• **The problem**
Lines to return, exactly: from the line with "export const isProduct" to the line with "const own = factor.dimension" in the entries below, both included.

Recorded data

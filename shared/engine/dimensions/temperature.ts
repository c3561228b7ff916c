/** Absolute temperatures and differences are different things; degC and degF count from a zero of their own. */
import type { LooseProblem } from '../../errors/problem'
import type { Expression, UnitPhrase } from '../parse/expression'
import { isOffset } from '../units/unit'
import { mismatch } from '../problems'

type UnitOf = (name: string) => UnitPhrase | undefined

/** The offset unit that a literal or a symbol is given in. */
export const offsetUnitOf = (node: Expression, unitOf: UnitOf): UnitPhrase | undefined => {
  if (node.type === 'group') return offsetUnitOf(node.inner, unitOf)
  const unit = node.type === 'quantity' ? node.unit : node.type === 'symbol' ? unitOf(node.name) : undefined
  return unit !== undefined && isOffset(unit) ? unit : undefined
}

/** A temperature on its scale, or how far two lie apart; kelvin can be either, so it says neither. */
export type TemperatureKind = 'absolute' | 'difference'

/** Functions whose value is one of their arguments. */
const handingOn = new Set(['abs', 'min', 'max'])

/** What an expression of temperatures is, as far as the units of its parts tell. */
export const temperatureKind = (node: Expression, unitOf: UnitOf): TemperatureKind | undefined => {
  const kind = (part: Expression) => temperatureKind(part, unitOf)
  switch (node.type) {
    case 'quantity':
    case 'symbol':
      return offsetUnitOf(node, unitOf) && 'absolute'
    case 'group':
      return kind(node.inner)
    case 'unary':
      return kind(node.operand)
    case 'conditional':
      return kind(node.then) ?? kind(node.otherwise)
    case 'call':
      return handingOn.has(node.name) ? node.arguments.map(kind).find((found) => found) : undefined
    case 'binary':
      return kindOfOperation(node.operator, kind(node.left), kind(node.right))
    default:
      return undefined
  }
}

const kindOfOperation = (
  operator: string,
  left: TemperatureKind | undefined,
  right: TemperatureKind | undefined,
): TemperatureKind | undefined => {
  if (operator === '-') return right === 'absolute' ? 'difference' : left
  if (operator === '+') return left === 'absolute' || right === 'absolute' ? 'absolute' : (left ?? right)
  return operator === '*' || operator === '/' ? (left ?? right) : undefined
}

/** One side is a difference, the other stands on a scale: 60 K against 50 degC would be 60 K against 323 K. */
export const differenceAgainstScale = (field: string): LooseProblem => ({
  code: 'unit-mismatch',
  message:
    'A difference of temperatures is compared with a temperature on its scale. Write the limit of a difference in K or degR.',
  span: { field },
})

const spanned = (node: Expression, field: string) => ({ field, from: node.range.from, to: node.range.to })

export const offsetInProduct = (
  shown: string,
  unit: UnitPhrase,
  node: Expression,
  field: string,
): LooseProblem => ({
  code: 'unit-mismatch',
  message:
    node.type === 'quantity'
      ? `${shown} is an absolute temperature, so it cannot stand in a product. Write a difference in K or degR.`
      : `${shown} is an absolute temperature in ${unit.text}, so it cannot stand in a product. If it is a difference, give it in K; if the absolute temperature is meant, write (${shown} - 0 K).`,
  span: spanned(node, field),
})

export const sumOfTemperatures = (node: Expression, field: string): LooseProblem =>
  mismatch('Two absolute temperatures have no sum. Write the difference in K or degR.', spanned(node, field))

export const differenceInOffset = (unit: UnitPhrase, node: Expression, field: string): LooseProblem => ({
  code: 'unit-mismatch',
  message: `This is a difference of temperature; ${unit.text} counts from a zero of its own. Show it in K or degR.`,
  span: spanned(node, field),
})

/** A temperature on a scale that is more than one literal: the minus of `-20 degC` belongs to its number. */
export const isOnScale = (node: Expression, unitOf: UnitOf): boolean =>
  node.type !== 'quantity' && temperatureKind(node, unitOf) === 'absolute'

export const negatedTemperature = (shown: string, node: Expression, field: string): LooseProblem => ({
  code: 'unit-mismatch',
  message: `${shown} is a temperature on its scale, which has no negative. Write a difference, or a number such as -20 degC.`,
  span: spanned(node, field),
})
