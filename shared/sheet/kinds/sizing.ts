import { z } from 'zod'
import { common, expressionText, shortText } from './shared'

/** The value of one given that just satisfies one criterion, rounded to the satisfied side. */
export const sizing = z.object({
  ...common,
  kind: z.literal('sizing'),
  vary: shortText.default(''),
  criterion: shortText.default(''),
  between: z.tuple([expressionText, expressionText]).default(['', '']),
  series: z.enum(['exact', 'R5', 'R10', 'R20', 'R40', 'list']).default('exact'),
  /** Stock sizes where `series` is `list`. */
  list: z.array(expressionText).optional(),
})
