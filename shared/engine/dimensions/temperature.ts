/** Absolute temperatures and differences are different things; degC and degF count from a zero of their own. */
import type { LooseProblem } from '../../errors/problem'
import type { Expression, UnitPhrase } from '../parse/expression'
import { isOffset } from '../units/unit'
import { mismatch } from '../problems'

type UnitOf = (name: string) => UnitPhrase | undefined

/** The offset unit that a literal or a symbol is given in. */
export const offsetUnitOf = (node: Expression, unitOf: UnitOf): UnitPhrase | undefined => {
  if (node.type === 'group') return offsetUnitOf(node.inner, unitOf)
  const unit = node.type === 'quantity' ? node.unit : node.type === 'symbol' ? unitOf(node.name) : undefined
  return unit !== undefined && isOffset(unit) ? unit : undefined
}

const spanned = (node: Expression, field: string) => ({ field, from: node.range.from, to: node.range.to })

export const offsetInProduct = (
  shown: string,
  unit: UnitPhrase,
  node: Expression,
  field: string,
): LooseProblem => ({
  code: 'unit-mismatch',
  message:
    node.type === 'quantity'
      ? `${shown} is an absolute temperature, so it cannot stand in a product. Write a difference in K or degR.`
      : `${shown} is an absolute temperature in ${unit.text}, so it cannot stand in a product. If it is a difference, give it in K; if the absolute temperature is meant, write (${shown} - 0 K).`,
  span: spanned(node, field),
})

export const sumOfTemperatures = (node: Expression, field: string): LooseProblem =>
  mismatch('Two absolute temperatures have no sum. Write the difference in K or degR.', spanned(node, field))

export const differenceInOffset = (unit: UnitPhrase, node: Expression, field: string): LooseProblem => ({
  code: 'unit-mismatch',
  message: `This is a difference of temperature; ${unit.text} counts from a zero of its own. Show it in K or degR.`,
  span: spanned(node, field),
})
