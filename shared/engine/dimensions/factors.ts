/** A product flattened to literals, powers of pi, and quantities: what the turn rules look at. */
import type { Expression } from '../parse/expression'
import { dimensionless, power, product, turns, type Dimension } from './dimension'

export interface Factor {
  node: Expression
  exponent: number
  kind: 'literal' | 'pi' | 'quantity'
  /** Value of a literal. */
  value: number
  /** Undefined while unknown. */
  dimension: Dimension | undefined
  /** Outermost bracket of the product that it stands in. */
  bracket: Expression | undefined
}

/** Value of an expression of literals only, such as an exponent 1/3. */
export const constantOf = (node: Expression): number | undefined => {
  switch (node.type) {
    case 'number':
      return node.value
    case 'group':
      return constantOf(node.inner)
    case 'unary': {
      const value = constantOf(node.operand)
      if (value === undefined || node.operator === 'not') return undefined
      return node.operator === '-' ? -value : value
    }
    case 'binary': {
      const left = constantOf(node.left)
      const right = left === undefined ? undefined : constantOf(node.right)
      if (left === undefined || right === undefined) return undefined
      if (node.operator === '+') return left + right
      if (node.operator === '-') return left - right
      if (node.operator === '*') return left * right
      if (node.operator === '/') return left / right
      return node.operator === '^' ? left ** right : undefined
    }
    default:
      return undefined
  }
}

/** A product, quotient or power, in brackets or with a sign or not. */
export const isProduct = (node: Expression): boolean => {
  if (node.type === 'binary') return node.operator === '*' || node.operator === '/' || node.operator === '^'
  if (node.type === 'group') return isProduct(node.inner)
  return node.type === 'unary' && node.operator !== 'not' && isProduct(node.operand)
}

export const isSingle = (node: Expression): boolean => node.type !== 'binary' && node.type !== 'unary'

export interface Tally {
  dimension: Dimension | undefined
  /** How often the literal 2 stands above and below; 4 counts as two. */
  twosAbove: number
  twosBelow: number
  /** Net exponent of pi. */
  pi: number
}

const twosOf = (value: number): number => (value === 2 ? 1 : value === 4 ? 2 : 0)

export const tally = (factors: readonly Factor[]): Tally => {
  let dimension: Dimension | undefined = dimensionless
  let twosAbove = 0
  let twosBelow = 0
  let pi = 0
  for (const factor of factors) {
    if (factor.kind === 'pi') pi += factor.exponent
    else if (factor.kind === 'literal') {
      const twos = twosOf(factor.value) * factor.exponent
      if (twos > 0) twosAbove += twos
      else twosBelow -= twos
    } else if (dimension !== undefined) {
      const own = factor.dimension
      if (own === dimensionless) continue
      dimension = own && product(dimension, factor.exponent === 1 ? own : power(own, factor.exponent))
    }
  }
  return { dimension, twosAbove, twosBelow, pi }
}

/** Whether (2π)^`count` stands in the product: above the line where positive, below where negative. */
export const holdsTwoPi = ({ twosAbove, twosBelow, pi }: Tally, count: number): boolean =>
  count > 0 ? twosAbove >= count && pi >= count : twosBelow >= -count && pi <= count

export const withTurns = (dimension: Dimension, count: number): Dimension =>
  dimension.map((exponent, base) => (base === 7 ? count : exponent))

export const countsTurns = (factor: Factor): boolean =>
  factor.dimension !== undefined && turns(factor.dimension) !== 0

• **Exercise solution**
export const isProduct = (node: Expression): boolean => {
  if (node.type === 'binary') return node.operator === '*' || node.operator === '/' || node.operator === '^'
  if (node.type === 'group') return isProduct(node.inner)
  return node.type === 'unary' && node.operator !== 'not' && isProduct(node.operand)
}

export const isSingle = (node: Expression): boolean => node.type !== 'binary' && node.type !== 'unary'

export interface Tally {
  dimension: Dimension | undefined
  /** How often the literal 2 stands above and below; 4 counts as two. */
  twosAbove: number
  twosBelow: number
  /** Net exponent of pi. */
  pi: number
}

const twosOf = (value: number): number => (value === 2 ? 1 : value === 4 ? 2 : 0)

export const tally = (factors: readonly Factor[]): Tally => {
  let dimension: Dimension | undefined = dimensionless
  let twosAbove = 0
  let twosBelow = 0
  let pi = 0
  for (const factor of factors) {
    if (factor.kind === 'pi') pi += factor.exponent
    else if (factor.kind === 'literal') {
      const twos = twosOf(factor.value) * factor.exponent
      if (twos > 0) twosAbove += twos
      else twosBelow -= twos
    } else if (dimension !== undefined) {
      const own = factor.dimension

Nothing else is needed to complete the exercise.